A confusion matrix must also be evaluated in conjunction with the model’s overall accuracy. Unless the model was preprocessed for feature selection, it predicted more False positives than False negatives, which can be regarded as high costs since it can negatively impact a patient’s life.

It was important to focus on key features of the test data to improve predictions. It is also interesting to note that Naive Bayes and logistic regression models cannot increase precision and recall after preprocessing and feature selection.

Lastly,

To explore this heart disease dataset and determine which attributes are better for predicting heart disease and improve models’ accuracy, we applied the techniques we learned from course 273 to our project. In our project, we failed to consider the cost of the wrong prediction, which is crucial for selecting the right model in a real-world scenario. It might be possible to give weight to different attributes according to cost-efficiency in the future. Additionally, a larger dataset can help to improve model accuracy.

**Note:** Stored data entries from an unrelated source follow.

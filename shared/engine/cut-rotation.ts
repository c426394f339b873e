/**
 * From crystal frame to sample (lab) frame. Lab z = outward normal of the cut (normalised); lab
 * x = the in-plane reference direction (its projection into the cut plane), rotated about z by
 * the azimuth (degrees, counter-clockwise seen from +z); y = z × x. Rotated tensor:
 * T'_{ab…} = R_ai R_bj … T_{ij…} where the rows of R are the lab axes in crystal coordinates.
 */
import type { Mat3, Vec3 } from './linalg'
import { cross, dot, norm, scale } from './linalg'
import { transformTensor } from './tensor-space'
import { EngineError } from './errors'

/** A cut with its in-plane orientation, all in the crystal Cartesian frame. */
export interface CutOrientation {
  /** Outward surface normal (crystal Cartesian frame, any length ≠ 0). */
  normal: Vec3
  /** In-plane reference (e.g. primary flat), not parallel to the normal. */
  reference: Vec3
  /** Extra rotation of the lab x axis about the normal, degrees; default 0. */
  azimuthDeg?: number
}

/**
 * Rotation matrix crystal → lab (rows = lab x, y, z in crystal coordinates).
 * Throws ZERO_VECTOR (`{field}.normal` / `{field}.reference`) or REFERENCE_PARALLEL_TO_NORMAL.
 */
export function labFrame(cut: CutOrientation, field = 'crystal'): Mat3 {
  const n = norm(cut.normal)
  if (!(n > 1e-12))
    throw new EngineError({ code: 'ZERO_VECTOR', field: `${field}.normal`, value: cut.normal, message: 'the normal is the zero vector' })
  const z = scale(cut.normal, 1 / n)
  const r = norm(cut.reference)
  if (!(r > 1e-12))
    throw new EngineError({ code: 'ZERO_VECTOR', field: `${field}.reference`, value: cut.reference, message: 'the reference is the zero vector' })
  const inPlane: Vec3 = [0, 1, 2].map((i) => cut.reference[i] - dot(cut.reference, z) * z[i]) as unknown as Vec3
  const p = norm(inPlane)
  if (p < 1e-9 * r)
    throw new EngineError({
      code: 'REFERENCE_PARALLEL_TO_NORMAL', field: `${field}.reference`, value: cut.reference,
      message: `the reference ${JSON.stringify(cut.reference)} is parallel to the normal ${JSON.stringify(cut.normal)}`,
      hint: 'choose an in-plane direction, e.g. the wafer flat',
    })
  const x0 = scale(inPlane, 1 / p)
  const y0 = cross(z, x0)
  const a = ((cut.azimuthDeg ?? 0) * Math.PI) / 180
  const [c, s] = [Math.cos(a), Math.sin(a)]
  const x: Vec3 = [c * x0[0] + s * y0[0], c * x0[1] + s * y0[1], c * x0[2] + s * y0[2]]
  const y = cross(z, x)
  return [...x, ...y, ...z]
}

/** Express a crystal-frame tensor of rank `rank` in the lab frame given by {@link labFrame}. */
export function rotateToSample(tensor: Float64Array, rank: number, frame: Mat3): Float64Array {
  return transformTensor(tensor, rank, frame)
}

Fluoroscopy, chest pain, exercise-induced angina, ST depression, age, and sex are good factors to look at to determine whether a person has a heart condition or not.

Using the KNN classifier model, doctors can improve their predictions, insurance companies can improve their cost-efficiency, and testing laboratories can improve their efficiency. Conversely, the Association rules are beneficial for companies and developers who want to sell heart-related products and services through digital interfaces.